You need to look at where the piston is at BDC, it may be the real pinch point and cutting down the jug may disrupt flow more than it with reduce the pinch point between jug and case.

Looks like there is opportunity for smoothing and match though.


----------



## volks-man (Jan 16, 2009)

good point. 
though i don't think i need to cut the jug down any. (just remove gasket)

i assume you mean to put the piston back on the rod and throw the cyl back on with no gasket and see if the bottom of the piston hits the case. 

if so, i can knock a few thou off the piston skirt?

would you grind the extended cyl wall at the lower transfer to open it up?
and/or notch the bottom of the piston on the sides to improve flow to the lower transfer? 

that extended cyl wall at the transfers looks like a huge bottle neck!


----------



## timberwolf (Jan 16, 2009)

No, there will be no change in height between the piston and case.

Put the piston in the bore with a shim in the head the thickness of your new squish band height and see how it lines up with the bottom of the jug. From there you can decide just how much removal of material is warranted.

Also a good trick is to put some clay or playdough in the lower port, put it together cylce the piston and take an impression of the pinch point, cut a cross section in the direction of flow, that should aid in making changes to improve flow.


----------



## volks-man (Jan 16, 2009)

timberwolf said:


> Put the piston in the bore with a shim in the head the thickness of your new squish band height and see how it lines up with the bottom of the jug. From there you can decide just how much removal of material is warranted.



remember this is a *'for dummies thread'*. 
piston is at the top of it's stroke with simulated squish. look at the bottom of the skirt in relation to bottom of cyl. 

where am i looking to remove material? remember the piston has no windows. all of my transfers is at the base of the cylinder. 
i understand the clay pinch trick for the transfers at the base but fail to see what the mod would be.


----------



## volks-man (Jan 16, 2009)

sorry guys. i apologize for not knowing the terminology involved. admittadly i have much to learn. 

to try and clarify:
my observation is that *all of my intake charge *must flow through the tiny little notch at the bottom of the cylinder wall when the cyl is bolted on the clamshell. see below. a simple widening of the notch across the width of the transfers is all i propose. any warnings or downside to this?


----------



## Martinm210 (Jan 16, 2009)

I would get a good feeling for where the piston is setting at BTD and put the piston in there and observe the flow path through the piston window into the transfer port. If it looks like that wall is creating an obstruction, it may be a good opportunity.

I would try to simulate the same stepping they have in the stock jug and make sure the edges are nice radii so you're not introducing stress points.

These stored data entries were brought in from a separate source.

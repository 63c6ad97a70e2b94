"""Shared helpers of foretell's Bayesian models: the sampler, the diagnostics gate, LOO comparison.

Every hierarchical model in foretell is sampled through :func:`sample`,
checked by :func:`diagnose` against a :class:`Gate`, and compared by
:func:`compare_loo`, which calls a winner only when every model passed.
"""

from __future__ import annotations

import contextlib
import importlib.util
import logging
import math
import warnings
from collections.abc import Iterator, Mapping, Sequence
from dataclasses import dataclass

import numpy as np
import pandas as pd
from scipy.special import logsumexp

from foretell.errors import UsageError

with warnings.catch_warnings():  # ArviZ announces a refactor on import
    warnings.simplefilter("ignore")
    import arviz as az

PARAMETERISATIONS = ("centred", "non-centred")
CENTRED_MIN_OBS = 500
"""Observations per participant from which :func:`choose_parameterisation` picks the centred form.

A rule on trial counts alone; it ignores how far apart the participants
are, so it can pick the centred form where the spread is near zero and the
centred form has a funnel. :func:`choose_by_strength` decides from the data."""
STRENGTH_RATIO = 0.5
""":func:`choose_by_strength` picks the centred form when the mean standard error of the
participants' estimates is below this fraction of the between-participant spread tau.

At mean SE = tau / 2 a participant's likelihood is four times as precise as
the population distribution, so the data rather than the prior pin each
participant down: the regime where the centred form samples well and the
non-centred one has the inverted funnel (Betancourt & Girolami, 2015)."""


def sampler_name() -> str:
    """Return the NUTS implementation :func:`sample` uses: "nutpie" when installed, else "pymc"."""
    return "nutpie" if importlib.util.find_spec("nutpie") is not None else "pymc"


def choose_parameterisation(n_obs: Sequence[int], requested: str = "auto") -> tuple[str, str]:
    """Return (parameterisation, reason) of a hierarchical model.

    ``requested`` "centred" or "non-centred" is kept; "auto" gives "centred"
    when every participant has at least :data:`CENTRED_MIN_OBS` observations,
    "non-centred" otherwise (Betancourt & Girolami, 2015).
    """
    if requested in PARAMETERISATIONS:
        return requested, "requested"
    if requested != "auto":
        raise UsageError(f"parameterisation must be 'auto', 'centred' or 'non-centred', "
                         f"got {requested!r}")
    fewest = int(min(n_obs)) if len(n_obs) else 0
    if fewest >= CENTRED_MIN_OBS:
        return "centred", f"auto: every participant has >= {CENTRED_MIN_OBS} observations"
    return "non-centred", (f"auto: a participant has {fewest} observations "
                           f"(< {CENTRED_MIN_OBS})")


def choose_by_strength(estimates: np.ndarray, std_errors: np.ndarray,
                       group_of: np.ndarray | None = None, requested: str = "auto"
                       ) -> tuple[str, str]:
    """Return (parameterisation, reason) of one hierarchical parameter by the strength of the data.

    ``estimates`` and ``std_errors`` are the participants' separate (e.g.
    per-participant least-squares) estimates of the parameter and their
    standard errors; ``group_of`` the participants' group indices (the
    population mean is per group). The between-participant spread by the
    method of moments: tau^2 = max(s^2 - mean(se_i^2), 0), s^2 the pooled
    within-group variance of the estimates (sum of squared deviations from
    the group means over N - G); "auto" gives "centred" when mean(se_i) <
    :data:`STRENGTH_RATIO` x tau, "non-centred" otherwise (Betancourt &
    Girolami, 2015). Participants without a finite estimate or standard
    error are left out; with fewer than one more participant than groups tau
    is unknown and the form non-centred. ``requested`` "centred" or
    "non-centred" is kept.
    """
    if requested in PARAMETERISATIONS:
        return requested, "requested"
    if requested != "auto":
        raise UsageError(f"parameterisation must be 'auto', 'centred' or 'non-centred', "
                         f"got {requested!r}")
    est = np.asarray(estimates, dtype=float)
    se = np.asarray(std_errors, dtype=float)
    groups = np.zeros(len(est), np.int64) if group_of is None else np.asarray(group_of, np.int64)
    ok = np.isfinite(est) & np.isfinite(se)
    est, se, groups = est[ok], se[ok], groups[ok]
    n_groups = len(np.unique(groups))
    if len(est) <= n_groups:
        return "non-centred", (f"auto: {len(est)} participants with an estimate, too few to "
                               "estimate the spread between participants")
    means = np.bincount(groups, est) / np.bincount(groups)
    spread2 = float(((est - means[groups]) ** 2).sum() / (len(est) - n_groups))
    tau = math.sqrt(max(spread2 - float(np.mean(se * se)), 0.0))
    mean_se = float(np.mean(se))
    centred = mean_se < STRENGTH_RATIO * tau
    return ("centred" if centred else "non-centred"), (
        f"auto: mean SE {mean_se:.3g} {'<' if centred else '>='} {STRENGTH_RATIO:g} x tau "
        f"{tau:.3g} (method of moments over {len(est)} participants)")


@contextlib.contextmanager
def quiet() -> Iterator[list[str]]:
    """Yield a list that collects the warnings PyMC, PyTensor and ArviZ raise, instead of showing them.

    Their log messages below ERROR are silenced for the duration.
    """
    names = ("pymc", "pytensor", "arviz")
    levels = {n: logging.getLogger(n).level for n in names}
    caught: list[str] = []
    with warnings.catch_warnings(record=True) as records:
        warnings.simplefilter("always")
        for n in names:
            logging.getLogger(n).setLevel(logging.ERROR)
        try:
            yield caught
        finally:
            for n, level in levels.items():
                logging.getLogger(n).setLevel(level)
            caught.extend(dict.fromkeys(str(r.message).strip().splitlines()[0]
                                        for r in records if str(r.message).strip()))


def sample(model: object, *, draws: int, tune: int, chains: int, seed: int,
           target_accept: float = 0.95, cores: int = 1, progress: bool = False
           ) -> tuple[az.InferenceData, str, list[str]]:
    """Return (posterior, sampler name, messages) of NUTS on a PyMC ``model``.

    nutpie when installed, PyMC's own NUTS otherwise (:func:`sampler_name`);
    ``target_accept`` 0.95 by default (few divergences on hierarchical
    models at the cost of smaller steps). ``messages`` are the samplers'
    warnings, collected rather than shown.
    """
    import pymc as pm

    for name, value, low in (("draws", draws, 1), ("tune", tune, 0), ("chains", chains, 1),
                             ("cores", cores, 1)):
        if isinstance(value, bool) or not isinstance(value, (int, np.integer)) or value < low:
            raise UsageError(f"{name} must be a whole number >= {low}, got {value!r}")
    which = sampler_name()
    with quiet() as caught, model:
        idata = pm.sample(draws=int(draws), tune=int(tune), chains=int(chains),
                          cores=min(int(cores), int(chains)), random_seed=int(seed),
                          target_accept=target_accept, nuts_sampler=which,
                          progressbar=bool(progress), compute_convergence_checks=False)
    return idata, which, caught


@dataclass(frozen=True)
class Gate:
    """Limits a posterior must meet before its model may be compared.

    Rank-normalised split R-hat <= ``rhat_max`` for every parameter (Vehtari
    et al., 2021, recommend 1.01); bulk ESS >= ``ess_bulk_per_chain`` times
    the number of chains (ibid.: 100 per chain); at most ``max_divergences``
    divergent transitions; Pareto k <= ``pareto_k_max`` for every
    leave-one-out unit (Vehtari, Gelman & Gabry, 2017: 0.7). A posterior with
    fewer than ``full_chains`` chains or ``full_draws`` draws per chain may
    pass, but what rests on it is provisional.
    """

    rhat_max: float = 1.01
    ess_bulk_per_chain: float = 100.0
    max_divergences: int = 0
    pareto_k_max: float = 0.7
    full_chains: int = 4
    full_draws: int = 1000


@dataclass(frozen=True)
class Diagnostics:
    """What the gate found for one posterior: worst values, verdict and reasons."""

    sampler: str
    chains: int
    draws: int
    rhat_max: float
    ess_bulk_min: float
    divergences: int
    pareto_k_max: float
    ok: bool
    provisional: bool
    reasons: tuple[str, ...]

    def row(self) -> dict[str, object]:
        """Return the diagnostics as one table row (reasons joined by '; ')."""
        return {"sampler": self.sampler, "chains": self.chains, "draws": self.draws,
                "rhat_max": self.rhat_max, "ess_bulk_min": self.ess_bulk_min,
                "divergences": self.divergences, "pareto_k_max": self.pareto_k_max,
                "ok": self.ok, "provisional": self.provisional, "reasons": "; ".join(self.reasons)}


def diagnose(idata: az.InferenceData, sampler: str, gate: Gate = Gate(),
             var_names: Sequence[str] | None = None, loo: az.ELPDData | None = None) -> Diagnostics:
    """Return the :class:`Diagnostics` of a posterior against ``gate``.

    R-hat is ArviZ's rank-normalised split R-hat and ESS its bulk ESS
    (Vehtari et al., 2021), the worst over ``var_names`` (default: every
    posterior variable); divergences are summed over chains; Pareto k is the
    largest of ``loo`` (default: PSIS-LOO over the ``log_likelihood`` group;
    Vehtari, Gelman & Gabry, 2017), NaN when the posterior has none. A gate
    with an infinite ``pareto_k_max`` does not check it.
    """
    post = idata.posterior
    chains, draws = int(post.sizes["chain"]), int(post.sizes["draw"])
    names = list(var_names) if var_names is not None else list(post.data_vars)
    with quiet():
        rhat = az.rhat(idata, var_names=names, method="rank")
        ess = az.ess(idata, var_names=names, method="bulk")
    rhat_max = _worst(rhat, np.nanmax, chains)
    ess_min = _worst(ess, np.nanmin, chains)
    divergences = int(idata.sample_stats["diverging"].sum()) if "sample_stats" in idata else 0
    if loo is not None:
        k_max = float(np.max(loo.pareto_k))
    else:
        k_max = pareto_k(idata).max() if "log_likelihood" in idata else math.nan
    reasons = []
    if not rhat_max <= gate.rhat_max:
        reasons.append(f"R-hat {rhat_max:.3f} > {gate.rhat_max:g}")
    if not ess_min >= gate.ess_bulk_per_chain * chains:
        reasons.append(f"bulk ESS {ess_min:.0f} < {gate.ess_bulk_per_chain:g} x {chains} chains")
    if divergences > gate.max_divergences:
        reasons.append(f"{divergences} divergent transitions")
    if math.isfinite(gate.pareto_k_max) and not k_max <= gate.pareto_k_max:
        reasons.append(f"Pareto k {k_max:.2f} > {gate.pareto_k_max:g}" if math.isfinite(k_max)
                       else "no pointwise log-likelihood for PSIS-LOO")
    provisional = chains < gate.full_chains or draws < gate.full_draws
    return Diagnostics(sampler, chains, draws, float(rhat_max), float(ess_min), divergences,
                       float(k_max), not reasons, provisional, tuple(reasons))


def pareto_k(idata: az.InferenceData) -> np.ndarray:
    """Return the PSIS Pareto k of every leave-one-out unit of the ``log_likelihood`` group."""
    return np.asarray(psis_loo(idata).pareto_k).ravel()


def psis_loo(idata: az.InferenceData) -> az.ELPDData:
    """Return ArviZ's pointwise PSIS-LOO of the ``log_likelihood`` group, on the log scale."""
    with quiet():
        return az.loo(idata, pointwise=True, scale="log")


def exact_units(loo: az.ELPDData, held_out: Mapping[int, np.ndarray]) -> az.ELPDData:
    """Return ``loo`` with the PSIS estimates of some units replaced by exact leave-one-out ones.

    ``held_out[u]``: unit u's log-likelihood at every draw of the posterior
    refitted without u; its exact term is elpd_u = log (1/S) sum_s p(y_u |
    theta_s^(-u)). Then elpd_loo = sum_u elpd_u, se = sqrt(n var(elpd_u)) and
    p_loo = lppd - elpd_loo, lppd that of the full posterior (Vehtari, Gelman &
    Gabry, 2017: refit where Pareto k > 0.7; the same update as ArviZ's
    ``reloo``). The refitted units' Pareto k is set to 0: no importance
    sampling was done for them.
    """
    out = loo.copy()
    loo_i = np.asarray(loo.loo_i, dtype=float).copy()
    k = np.asarray(loo.pareto_k, dtype=float).copy()
    for u, ll in held_out.items():
        ll = np.asarray(ll, dtype=float).ravel()
        loo_i[u] = logsumexp(ll) - math.log(len(ll))
        k[u] = 0.0
    lppd = float(loo.p_loo) + float(loo.elpd_loo)
    out["loo_i"] = loo.loo_i.copy(data=loo_i)
    out["pareto_k"] = loo.pareto_k.copy(data=k)
    out["elpd_loo"] = float(loo_i.sum())
    out["se"] = float(math.sqrt(len(loo_i) * np.var(loo_i)))
    out["p_loo"] = lppd - float(loo_i.sum())
    return out


def _worst(dataset: object, reduce: object, chains: int) -> float:
    """Return the worst value over every variable of an ArviZ diagnostic dataset (NaN if none)."""
    values = [np.asarray(v).ravel() for v in dataset.data_vars.values()]
    values = [v for v in values if v.size]
    if not values:
        return math.nan
    with warnings.catch_warnings():
        warnings.simplefilter("ignore")
        return float(reduce(np.concatenate(values)))


COMPARE_COLUMNS = ("model", "rank", "elpd", "se", "d_elpd", "dse", "p_loo", "weight", "called",
                   "provisional")


def compare_loo(idatas: Mapping[str, az.InferenceData | az.ELPDData],
                diagnostics: Mapping[str, Diagnostics],
                gate: Gate = Gate()) -> tuple[pd.DataFrame, list[str]]:
    """Return (comparison table, notes) of models by PSIS-LOO expected log predictive density.

    ``idatas``: posteriors (PSIS-LOO over their ``log_likelihood`` group) or
    their LOO results (e.g. with exact refits, :func:`exact_units`).
    Columns: model, rank (1 = highest elpd), elpd (elpd_loo, log scale, over
    the leave-one-out units), se, d_elpd (difference to the
    best: elpd - best elpd, <= 0), dse (its standard error), p_loo, weight (stacking weights; Yao et
    al., 2018), called, provisional. ArviZ's ``compare`` (Vehtari, Gelman &
    Gabry, 2017). ``called`` is True on every row only when every model's
    diagnostics passed; then ``provisional`` is True when any posterior had
    fewer chains or draws than ``gate``'s full run. Otherwise the ranking is
    shown but not called, and the notes say why.
    """
    failed = {m: d for m, d in diagnostics.items() if not d.ok}
    notes: list[str] = []
    if len(idatas) < 2:
        table = pd.DataFrame(columns=COMPARE_COLUMNS)
        return table, ["the ELPD comparison needs at least two models"]
    with quiet():
        cmp = az.compare(dict(idatas), ic="loo", scale="log")
    called = not failed
    provisional = called and any(d.provisional for d in diagnostics.values())
    table = pd.DataFrame({
        "model": cmp.index.astype(str), "rank": cmp["rank"].to_numpy(int) + 1,
        "elpd": cmp["elpd_loo"].to_numpy(float), "se": cmp["se"].to_numpy(float),
        "d_elpd": -cmp["elpd_diff"].to_numpy(float), "dse": cmp["dse"].to_numpy(float),
        "p_loo": cmp["p_loo"].to_numpy(float), "weight": cmp["weight"].to_numpy(float),
        "called": called, "provisional": provisional})
    if failed:
        notes.append("ELPD comparison not called: " + "; ".join(
            f"{m}: {', '.join(d.reasons)}" for m, d in failed.items()))
    elif provisional:
        notes.append("ELPD comparison provisional: fewer chains or draws than the full run "
                     f"({gate.full_chains} chains x {gate.full_draws} draws)")
    return table, notes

Reading the Gordon Jennings book seems to indicate that transfer ports only need about 1/2 as much time/area as the intake/exhaust, so don't try to make it the same size as the intake/exhaust. Apparently that's not optimal.


----------



## timberwolf (Jan 16, 2009)

Yes, I forgot a step I gave you the method to locate the piston at the TDC position. You need to measure down from that position the length of the stroke.

So either put some sort of a block in the cylinder that is the height of the stroke plus the height of the squish and push the piston against that to see where the piston is at bdc, or use calipers with a depth gauge inserted down through the plug hole and zeroed to TDC then push the piston down with the depth gauge the length of the stroke to place the piston at the BDC position.


----------



## volks-man (Jan 16, 2009)

Martinm210 said:


> I would get a good feeling for where the piston is setting at BTD and put the piston in there and observe the flow path through the piston window into the transfer port. If it looks like that wall is creating an obstruction, it may be a good opportunity.I would try to simulate the same stepping they have in the stock jug and make sure the edges are nice radii so you're not introducing stress points.
> 
> Reading the Gordon Jennings book seems to indicate that transfer ports only need about 1/2 as much time/area as the intake/exhaust, so don't try to make it the same size as the intake/exhaust. Apparently that's not optimal.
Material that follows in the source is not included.